Silicon Photonics While electrical signaling is reaching limits in interconnect capacity and efficiency, silicon photonics offers a path to overcome these challenges through optical chip-to-chip transmission. Silicon photonics can deliver higher bandwidth at lower power consumption versus electrical links. NVIDIA is developing silicon photonics to enable future high-throughput, power-efficient optical NVLink connections for GPU systems. Using wavelength division multiplexing, each fiber optic cable can potentially carry terabits per second of data capacity. This allows the NVLink fabric to scale to thousands of interconnected GPUs across a data center. The optical transceivers and modulators are integrated into the silicon package along with CMOS control logic while light sources are provided externally. This co-packaged optics (CPO) approach combines the benefits of silicon photonics and advanced 2.5D integration. Electronic-photonic co-design tools like PIC Studio can facilitate the design and simulation of these advanced photonic packaging solutions. PIC Studio enables co-simulation of electronic driver circuits and photonic components to ensure signal integrity across the electro-optic boundary. It also provides interoperability with electronic simulators like Spectre to link CMOS and photonic simulations. PDK support from major silicon photonics foundries further accelerates development. The optical transceiver building blocks in PIC Studio can be leveraged to simulate NVLink’s envisioned high-speed optical links. Overall, silicon photonics leverages the speed and efficiency of optics to push interconnect performance to new levels. Combined with advanced packaging, this technology will enable next-generation exascale supercomputing and massive-scale AI training.

Interconnect Technology Roadmap

NVIDIA continues advancing NVLink and NVSwitch to keep pace with the growing demands of AI and HPC workloads, increasing bandwidth, lowering latency, and expanding connectivity with each generation.

Last year’s announcement of NVLink-C2C opened up NVLink for use as a high-speed cache-coherent interconnect between custom chips and NVIDIA GPUs, DPUs and CPUs. This will enable new heterogeneous computing systems composed of chiplets. NVLink-C2C supports industry standards like CXL and AMBA CHI for interoperability.

Looking ahead, as advanced packaging and silicon photonics solutions mature, optical I/O technology will make its way into NVIDIA products. Multi-GPU servers with CPO will achieve huge leaps in bandwidth capacity and energy efficiency.
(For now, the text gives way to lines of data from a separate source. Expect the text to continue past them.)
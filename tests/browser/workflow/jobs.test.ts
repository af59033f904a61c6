import { afterAll, beforeAll, describe, expect, it } from 'vitest'
import type { BrowserContext } from 'playwright-core'
import { artifactsDir, launchBrowser } from '../../support/browser'
import { openAs, waitForEnd, workflowFixture } from './fixtures'

// The Jobs page lists a workspace's study runs with who asked, state, times and duration, and
// follows them without a reload; the dashboard counts what is queued or running.
describe('the Jobs page', () => {
  let context: BrowserContext
  let close: () => Promise<void>

  beforeAll(async () => {
    ({ context, close } = await launchBrowser())
  })
  afterAll(async () => { await close?.() })

  it('shows a run\'s two jobs until they are done, with who, times and duration, and links to the study', async () => {
    const fx = await workflowFixture('Plover jobs group', 4)
    const run = await fx.ws.analyst.client.post(`/api/workspaces/${fx.ws.id}/studies/${fx.studyId}/run`, {})
    expect(run.status).toBe(202)
    const page = await openAs(context, fx.ws.viewer, '/jobs')
    const rows = page.locator('[data-job-kind="run"]')
    await expect.poll(() => rows.count()).toBe(2)
    // No reload: the page asks again while a job is queued or running.
    await expect.poll(() => page.locator('[data-job-kind="run"][data-job-state="done"]').count(), { timeout: 30_000 }).toBe(2)
    const states = await Promise.all(run.body.results.map((r: { id: string }) => waitForEnd(fx.ws.analyst.client, fx.ws.id, r.id)))
    expect(states).toEqual(['done', 'done'])
    for (const row of await rows.all()) {
      const text = await row.textContent()
      expect(text).toContain('Study run')
      expect(text).toContain('Proton F2 at low x')
      expect(text).toContain(fx.ws.analyst.name)
      expect(await row.locator('[data-job-duration]').textContent()).toMatch(/^\d/)
      // The times stacked in one cell; the last is when it finished, with its zone.
      expect((await row.locator('td').nth(4).textContent())?.trim()).toMatch(/^queued .*started .*finished .*\d{2}:\d{2}:\d{2} \S+$/s)
    }
    await page.screenshot({ path: `${artifactsDir}jobs.png`, fullPage: true, animations: 'disabled' })
    await rows.first().getByRole('link', { name: 'Proton F2 at low x' }).click()
    await page.waitForURL(url => url.pathname === `/studies/${fx.studyId}`)

    await page.getByRole('navigation', { name: 'Main' }).getByRole('link', { name: 'Dashboard' }).click()
    await page.locator('[data-active-jobs="0"]').waitFor()
  })

  it('says so when a workspace has no jobs', async () => {
    const fx = await workflowFixture('Dotterel jobs group', 2)
    const page = await openAs(context, fx.ws.analyst, '/jobs')
    await page.getByText('No jobs yet').waitFor()
    expect(await page.locator('[data-job-id]').count()).toBe(0)
  })
})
Tighter integration of GPUs, memory, and switches will also boost system performance.

Conclusion

NVIDIA’s long-term vision is to architect high-performance accelerated computing platforms, from chips to full data centers. Key to this is developing innovative interconnects like NVLink, NVSwitch, and optical networking to eliminate communication bottlenecks. Multi-GPU scaling and chiplet integration are becoming critical to advance AI and HPC capabilities. With its extensive expertise and sustained research, NVIDIA aims to provide world-leading interconnect solutions to meet the demands of next-generation exascale computing.